Today In The Wall Street Journal:
Alaska's Palin Faces Probe
Star GOP Governor To Be Investigated For Abuse of OfficeANCHORAGE, Alaska -- When Sarah Palin was elected governor as a Republican outsider in 2006, she didn't just take on an incumbent from her own party. She took on Alaska's Republican establishment.
Ms. Palin vowed to clean up a long-cozy political system that had been sullied by an FBI corruption investigation. She endeared herself to Alaskans by making good on her reform promises and showing homey touches, like driving herself to work.

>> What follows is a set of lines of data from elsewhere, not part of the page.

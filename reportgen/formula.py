"""reportgen's regression formula grammar: ``dependent ~ regressor (+ regressor)*``.

The text is tokenised and parsed by hand and never evaluated, so a formula cannot run code.
Names are series names from the manifest (letters, digits and underscores, not starting with a
digit). A constant is always included and is not written.
"""

from __future__ import annotations

import re
from dataclasses import dataclass

_TOKEN = re.compile(r"\s*(?:(?P<name>[A-Za-z_][A-Za-z0-9_]*)|(?P<op>[~+]))")


@dataclass(frozen=True, slots=True)
class Formula:
    """A parsed formula: the dependent series and the regressors, in the order written."""

    text: str
    dependent: str
    regressors: tuple[str, ...]

    @property
    def variables(self) -> tuple[str, ...]:
        """Every series the formula uses, dependent first."""
        return (self.dependent, *self.regressors)


class FormulaGrammarError(ValueError):
    """A formula that does not follow the grammar; ``position`` is the 0-based offending column."""

    def __init__(self, message: str, text: str, position: int) -> None:
        super().__init__(message)
        self.message = message
        self.text = text
        self.position = position

    def caret(self) -> str:
        """The formula with a caret under the offending position, for error messages."""
        return f"{self.text}\n{' ' * self.position}^"


def _tokens(text: str) -> list[tuple[str, str, int]]:
    tokens: list[tuple[str, str, int]] = []
    position = 0
    while position < len(text):
        if text[position:].strip() == "":
            break
        match = _TOKEN.match(text, position)
        if match is None:
            start = position + (len(text[position:]) - len(text[position:].lstrip()))
            raise FormulaGrammarError(
                f"unexpected character {text[start]!r}; a formula holds series names, '~' and '+' only",
                text,
                start,
            )
        kind = "name" if match.group("name") is not None else "op"
        tokens.append((kind, match.group(kind), match.start(kind)))
        position = match.end()
    return tokens


def parse_formula(text: str) -> Formula:
    """Parse ``y ~ x1 + x2``; raise :class:`FormulaGrammarError` with the position on any error."""
    tokens = _tokens(text)
    if not tokens:
        raise FormulaGrammarError("the formula is empty; write it as 'y ~ x1 + x2'", text, 0)
    kind, value, position = tokens[0]
    if kind != "name":
        raise FormulaGrammarError("a formula starts with the dependent series' name", text, position)
    dependent = value
    if len(tokens) < 2 or tokens[1][1] != "~":
        where = tokens[1][2] if len(tokens) > 1 else len(text)
        raise FormulaGrammarError("expected '~' after the dependent series", text, where)
    regressors: list[str] = []
    expect_name = True
    last_position = tokens[1][2]
    for kind, value, position in tokens[2:]:
        last_position = position
        if expect_name:
            if kind != "name":
                raise FormulaGrammarError("expected a series name", text, position)
            if value == dependent:
                raise FormulaGrammarError(f"'{value}' is the dependent series and cannot be a regressor", text,
                                          position)
            if value in regressors:
                raise FormulaGrammarError(f"'{value}' appears twice among the regressors", text, position)
            regressors.append(value)
        elif value != "+":
            raise FormulaGrammarError("expected '+' between regressors", text, position)
        expect_name = not expect_name
    if expect_name:
        where = len(text.rstrip()) if regressors else last_position + 1
        raise FormulaGrammarError("expected a series name after this point", text, where)
    return Formula(text=text, dependent=dependent, regressors=tuple(regressors))
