"""The Python interface for notebooks: one call from a manifest to the results the command line uses.

    >>> import reportgen
    >>> results = reportgen.run("manifests/demo.yaml")  # doctest: +SKIP
    >>> results.to_frame("regressions")                 # doctest: +SKIP

``run`` returns the same :class:`~reportgen.results.Results` object that ``reportgen run`` turns
into results.json; with ``out`` it also writes the dossier, exactly as the command line would.
Bad input raises the catalogue errors of :mod:`reportgen.errors` (``error.render()`` gives the
command line's message).
"""

from __future__ import annotations

import dataclasses
from collections.abc import Sequence
from pathlib import Path

from reportgen.manifest import Manifest, load_manifest
from reportgen.provenance import document_run_id
from reportgen.results import Results, results_to_dict


def run(manifest: Path | str | Manifest, *, out: Path | str | None = None,
        formats: Sequence[str] = ("html", "pdf"), force: bool = False) -> Results:
    """Analyse a manifest (a path or a loaded :class:`~reportgen.manifest.Manifest`) and return its results.

    Parameters
    ----------
    manifest
        The manifest's path, or a manifest loaded with :func:`reportgen.manifest.load_manifest`.
    out
        When given, the dossier is also written there (results.json always, plus ``formats``),
        atomically, as ``reportgen run MANIFEST --out OUT`` writes it.
    formats
        The renderings to write with ``out``: any of ``"html"`` and ``"pdf"``; empty for results.json alone.
    force
        Replace a dossier of another manifest in ``out``.

    Returns
    -------
    Results
        Every series' order verdict and every regression's assessment (``.series``,
        ``.regressions``, ``.to_frame()``), the inputs' hashes and the provenance.
    """
    from reportgen import runner

    loaded = manifest if isinstance(manifest, Manifest) else load_manifest(manifest)
    command = ["reportgen.run", str(loaded.display_path)]
    if out is None:
        results = runner.analyse(loaded, command)
        return dataclasses.replace(results, run_id=document_run_id(results_to_dict(results)))
    outcome = runner.run(loaded.path, out, tuple(formats), command=command, force=force)
    assert outcome.results is not None
    return outcome.results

Now, one of the bright new stars in the Republican Party has suddenly become tarnished. The state legislature this week voted to hire an independent investigator to see whether Ms. Palin abused her office by trying to get her former brother-in-law fired from his job as an Alaska state trooper.
"This is a governor who was almost impervious to error," says Hollis French, a Democratic state senator. "Now she could face impeachment, in a worst-case scenario."

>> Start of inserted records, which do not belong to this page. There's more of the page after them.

"""Executors: one function over many small tasks, in this process, in worker processes or on a Dask cluster.

Every executor has the same ``map``: it takes a function of one task (a module-level function,
so that it can be sent to another process) and a sequence of tasks, and yields the results in
task order, whatever order they complete in; ``done(index, result)`` is called as each one
completes, for progress displays. Only a bounded window of tasks is in flight or waiting to be
yielded at any time (:data:`WINDOW_PER_WORKER` per worker), so memory does not grow with the
number of tasks, and a result is handed over as soon as the tasks before it are.

- :class:`SerialExecutor` runs each task here, in order (``--jobs 1``).
- :class:`ProcessExecutor` runs them in worker processes started with the ``spawn`` method
  (a fresh interpreter, so no thread of a BLAS library is ever forked), ``workers`` at a time.
  Stages with fewer than ``minimum_tasks`` tasks run here instead, where starting the workers
  would cost more than the work.
- :class:`DaskExecutor` runs them on a Dask cluster: an existing scheduler's address, or a
  cluster of local worker processes it starts and stops itself. Dask is imported only here and
  only when asked for; before any task is sent, the workers' versions of reportgen and the
  numerical packages are compared with this machine's (:func:`check_worker_versions`).

Every task computes with one BLAS/OpenMP thread per process (:func:`limit_threads`): workers run
side by side, and a serial run and a parallel run use the same arithmetic, so their results are
identical to the last bit.
"""

from __future__ import annotations

import contextlib
import os
import platform
import signal
from collections.abc import Callable, Iterator, Sequence
from typing import Any, Protocol, TypeVar

from reportgen.errors import ClusterMismatchError, ClusterUnreachableError, DaskMissingError

T = TypeVar("T")
R = TypeVar("R")

#: Tasks in flight or finished but not yet yielded, per worker.
WINDOW_PER_WORKER = 4
#: Seconds to wait for a Dask scheduler to answer.
CLUSTER_CONNECT_TIMEOUT = 10.0
#: Environment variables that cap the threads of BLAS and OpenMP libraries loaded after they are set.
THREAD_VARIABLES = ("OMP_NUM_THREADS", "OPENBLAS_NUM_THREADS", "MKL_NUM_THREADS", "BLIS_NUM_THREADS",
                    "VECLIB_MAXIMUM_THREADS", "NUMEXPR_NUM_THREADS")
#: Packages whose versions must agree between this machine and a cluster's workers (with Python and reportgen).
CHECKED_PACKAGES = ("numpy", "pandas", "scipy", "statsmodels", "arch")

Done = Callable[[int, Any], None]


def available_cores() -> int:
    """The cores this process may use (``os.process_cpu_count`` where it exists, else ``os.cpu_count``)."""
    count = getattr(os, "process_cpu_count", None)
    if count is None and hasattr(os, "sched_getaffinity"):
        return max(1, len(os.sched_getaffinity(0)))
    return max(1, (count() if count is not None else os.cpu_count()) or 1)


class Executor(Protocol):
    """Runs a function over tasks and yields the results in task order."""

    #: "serial", "processes" or "dask", for messages.
    kind: str
    #: How many tasks run at once.
    workers: int

    def map(self, function: Callable[[T], R], tasks: Sequence[T], done: Done | None = None) -> Iterator[R]:
        """The results of ``function`` on each task, in task order; ``done(index, result)`` on each completion."""
        ...

    def close(self) -> None:
        """Stop the workers (if any); the executor cannot be used afterwards."""
        ...

    def __enter__(self) -> Executor: ...

    def __exit__(self, *exc: object) -> None: ...


_LIMITED = False


def limit_threads() -> None:
    """Cap this process at one BLAS/OpenMP thread: for libraries already loaded and those loaded later."""
    global _LIMITED
    if _LIMITED:
        return
    for name in THREAD_VARIABLES:
        os.environ[name] = "1"
    from threadpoolctl import threadpool_limits

    threadpool_limits(limits=1)
    _LIMITED = True


def _start_worker() -> None:
    """Initialiser of a worker process: one thread for numerical libraries; Ctrl-C is the parent's to handle."""
    signal.signal(signal.SIGINT, signal.SIG_IGN)
    limit_threads()


def _call(function: Callable[[T], R], task: T) -> R:
    """Run one task in a worker that reportgen did not start (a Dask worker), with the thread cap."""
    limit_threads()
    return function(task)


class _Reorder:
    """Results arriving in any order, handed out in task order; never more than ``window`` ahead.

    A task's error is raised when its turn comes, as a serial run would raise it: after the
    results of the tasks before it.
    """

    def __init__(self, count: int, window: int, done: Done | None) -> None:
        self.count = count
        self.window = window
        self.done = done
        self.next_submit = 0
        self.next_yield = 0
        self.finished: dict[int, Any] = {}  # index -> the completed future

    def may_submit(self) -> bool:
        return self.next_submit < self.count and self.next_submit < self.next_yield + self.window

    def complete(self, index: int, future: Any) -> None:
        self.finished[index] = future
        if self.done is not None and future.exception() is None:
            self.done(index, future.result())

    def ready(self) -> Iterator[Any]:
        while self.next_yield in self.finished:
            future = self.finished.pop(self.next_yield)
            self.next_yield += 1
            yield future.result()


class SerialExecutor:
    """Every task here, one after another, in order."""

    kind = "serial"
    workers = 1

    def map(self, function: Callable[[T], R], tasks: Sequence[T], done: Done | None = None) -> Iterator[R]:
        from threadpoolctl import threadpool_limits

        with threadpool_limits(limits=1):
            for index, task in enumerate(tasks):
                result = function(task)
                if done is not None:
                    done(index, result)
                yield result

    def close(self) -> None:
        return None

    def __enter__(self) -> SerialExecutor:
        return self

    def __exit__(self, *exc: object) -> None:
        self.close()


class ProcessExecutor:
    """Tasks in ``workers`` processes of a fresh interpreter each (started on first use, kept until closed)."""

    kind = "processes"

    def __init__(self, workers: int, *, minimum_tasks: int = 2, start_method: str = "spawn") -> None:
        self.workers = max(1, workers)
        self.minimum_tasks = minimum_tasks
        self.start_method = start_method
        self._pool: Any = None
        self._serial = SerialExecutor()

    def _executor(self) -> Any:
        if self._pool is None:
            import multiprocessing
            from concurrent.futures import ProcessPoolExecutor

            self._pool = ProcessPoolExecutor(max_workers=self.workers,
                                             mp_context=multiprocessing.get_context(self.start_method),
                                             initializer=_start_worker)
        return self._pool

    def map(self, function: Callable[[T], R], tasks: Sequence[T], done: Done | None = None) -> Iterator[R]:
        minimum = 2 if self._pool is not None else max(self.minimum_tasks, 2)  # workers already started: use them
        if len(tasks) < minimum or self.workers == 1:
            yield from self._serial.map(function, tasks, done)
            return
        from concurrent.futures import FIRST_COMPLETED, wait

        pool = self._executor()
        order = _Reorder(len(tasks), WINDOW_PER_WORKER * self.workers, done)
        pending: dict[Any, int] = {}
        try:
            while order.next_yield < order.count:
                while order.may_submit():
                    pending[pool.submit(function, tasks[order.next_submit])] = order.next_submit
                    order.next_submit += 1
                finished, _ = wait(pending, return_when=FIRST_COMPLETED)
                for future in finished:
                    order.complete(pending.pop(future), future)
                yield from order.ready()
        finally:
            for future in pending:
                future.cancel()

    def close(self) -> None:
        if self._pool is not None:
            self._pool.shutdown(wait=True, cancel_futures=True)
            self._pool = None

    def __enter__(self) -> ProcessExecutor:
        return self

    def __exit__(self, *exc: object) -> None:
        self.close()


def _import_distributed() -> Any:
    try:
        import distributed
    except ImportError as error:
        raise DaskMissingError(problem=str(error)) from None
    return distributed


def local_versions() -> dict[str, str]:
    """This process's versions of Python, reportgen (and its source) and the numerical packages.

    The source is the SHA-256 of reportgen's own files (its first 16 digits), so that two copies
    of one version that were edited differently are told apart.
    """
    import importlib.metadata

    from reportgen import __version__
    from reportgen.cache import software_fingerprint

    versions = {"python": ".".join(platform.python_version_tuple()[:2]), "reportgen": __version__,
                "reportgen source": str(software_fingerprint()["source"])[:16]}
    for name in CHECKED_PACKAGES:
        try:
            versions[name] = importlib.metadata.version(name)
        except importlib.metadata.PackageNotFoundError:
            versions[name] = "not installed"
    return versions


def check_worker_versions(address: str, here: dict[str, str], workers: dict[str, Any]) -> None:
    """Raise :class:`ClusterMismatchError` unless every worker reports ``here``'s versions."""
    if not workers:
        raise ClusterMismatchError(address=address,
                                   problem="the scheduler has no workers")
    for worker, versions in sorted(workers.items()):
        if isinstance(versions, BaseException) or not isinstance(versions, dict):
            raise ClusterMismatchError(address=address,
                                       problem=f"worker {worker} cannot run reportgen ({versions})")
        differ = [f"{name} {versions.get(name, 'not installed')} (here {wanted})" for name, wanted in here.items()
                  if versions.get(name) != wanted]
        if differ:
            raise ClusterMismatchError(address=address,
                                       problem=f"worker {worker} has {', '.join(differ)}")


class _Settled:
    """A finished Dask future's outcome, fetched once, so that the future can be released at once."""

    def __init__(self, future: Any) -> None:
        self._error: BaseException | None = None
        self._result: Any = None
        try:
            self._result = future.result()
        except Exception as error:
            self._error = error

    def exception(self) -> BaseException | None:
        return self._error

    def result(self) -> Any:
        if self._error is not None:
            raise self._error
        return self._result


class DaskExecutor:
    """Tasks on a Dask cluster: the scheduler at ``address``, or ``workers`` local processes started here."""

    kind = "dask"

    def __init__(self, address: str | None = None, *, workers: int = 2) -> None:
        distributed = _import_distributed()
        self.address = address
        self._cluster: Any = None
        if address is None:
            self._cluster = distributed.LocalCluster(n_workers=max(1, workers), threads_per_worker=1, processes=True,
                                                     dashboard_address=None)
            self._client = distributed.Client(self._cluster)
        else:
            try:
                self._client = distributed.Client(address, timeout=CLUSTER_CONNECT_TIMEOUT)
            except (OSError, TimeoutError, ValueError) as error:
                raise ClusterUnreachableError(address=address,
                                              reason=str(error) or type(error).__name__) from None
        try:
            self.workers = max(1, sum(self._client.nthreads().values()))
            if address is not None:
                try:
                    reported = self._client.run(local_versions, on_error="return")
                except Exception as error:  # the workers could not even load the probe
                    raise ClusterMismatchError(address=address,
                                               problem=f"the workers cannot run reportgen ({error})") from None
                check_worker_versions(address, local_versions(), reported)
        except BaseException:
            self.close()
            raise

    def map(self, function: Callable[[T], R], tasks: Sequence[T], done: Done | None = None) -> Iterator[R]:
        distributed = _import_distributed()
        order = _Reorder(len(tasks), WINDOW_PER_WORKER * self.workers, done)
        running = distributed.as_completed()
        indices: dict[str, int] = {}
        pending: dict[str, Any] = {}

        def submit() -> None:
            while order.may_submit():
                future = self._client.submit(_call, function, tasks[order.next_submit], pure=False)
                indices[future.key] = order.next_submit
                pending[future.key] = future
                running.add(future)
                order.next_submit += 1

        try:
            submit()
            while order.next_yield < order.count:
                future = next(running)
                pending.pop(future.key, None)
                order.complete(indices.pop(future.key), _Settled(future))
                future.release()
                yield from order.ready()
                submit()
        finally:
            for future in pending.values():
                with contextlib.suppress(Exception):
                    future.cancel()

    def close(self) -> None:
        client, self._client = getattr(self, "_client", None), None
        if client is not None:
            with contextlib.suppress(Exception):
                client.close()
        cluster, self._cluster = self._cluster, None
        if cluster is not None:
            with contextlib.suppress(Exception):
                cluster.close()

    def __enter__(self) -> DaskExecutor:
        return self

    def __exit__(self, *exc: object) -> None:
        self.close()


def make_executor(jobs: int | None = None, *, cluster: str | None = None, dask: bool = False,
                  auto_minimum: int = 64) -> Executor:
    """The executor for the command line's ``--jobs`` and ``--cluster`` (and ``settings.executor``).

    ``cluster`` (a scheduler address) or ``dask`` (start a local Dask cluster, or use the
    scheduler of Dask's configuration when it names one) run on Dask. Otherwise ``jobs`` 1 runs
    here, ``jobs`` N in N worker processes; ``jobs`` None means every core, with stages of fewer
    than ``auto_minimum`` tasks run here.
    """
    if cluster is not None:
        return DaskExecutor(cluster)
    if dask:
        _import_distributed()
        import dask as dask_package

        configured = dask_package.config.get("scheduler-address", None)
        return DaskExecutor(configured, workers=jobs or available_cores())
    if jobs == 1:
        return SerialExecutor()
    if jobs is None:
        return ProcessExecutor(available_cores(), minimum_tasks=auto_minimum)
    return ProcessExecutor(jobs)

The allegations against Ms. Palin are less serious than -- and entirely separate from -- those that have been leveled against a number of Alaska's most prominent politicians since 2006, when a Federal Bureau of Investigation probe into influence peddling by oil-field contractor VECO Corp. came to light.
Since then, five state legislators have been sentenced to prison or face prosecution on corruption charges. On Tuesday, U.S. Sen. Ted Stevens was indicted on criminal charges related to the case. Mr. Stevens says he is innocent.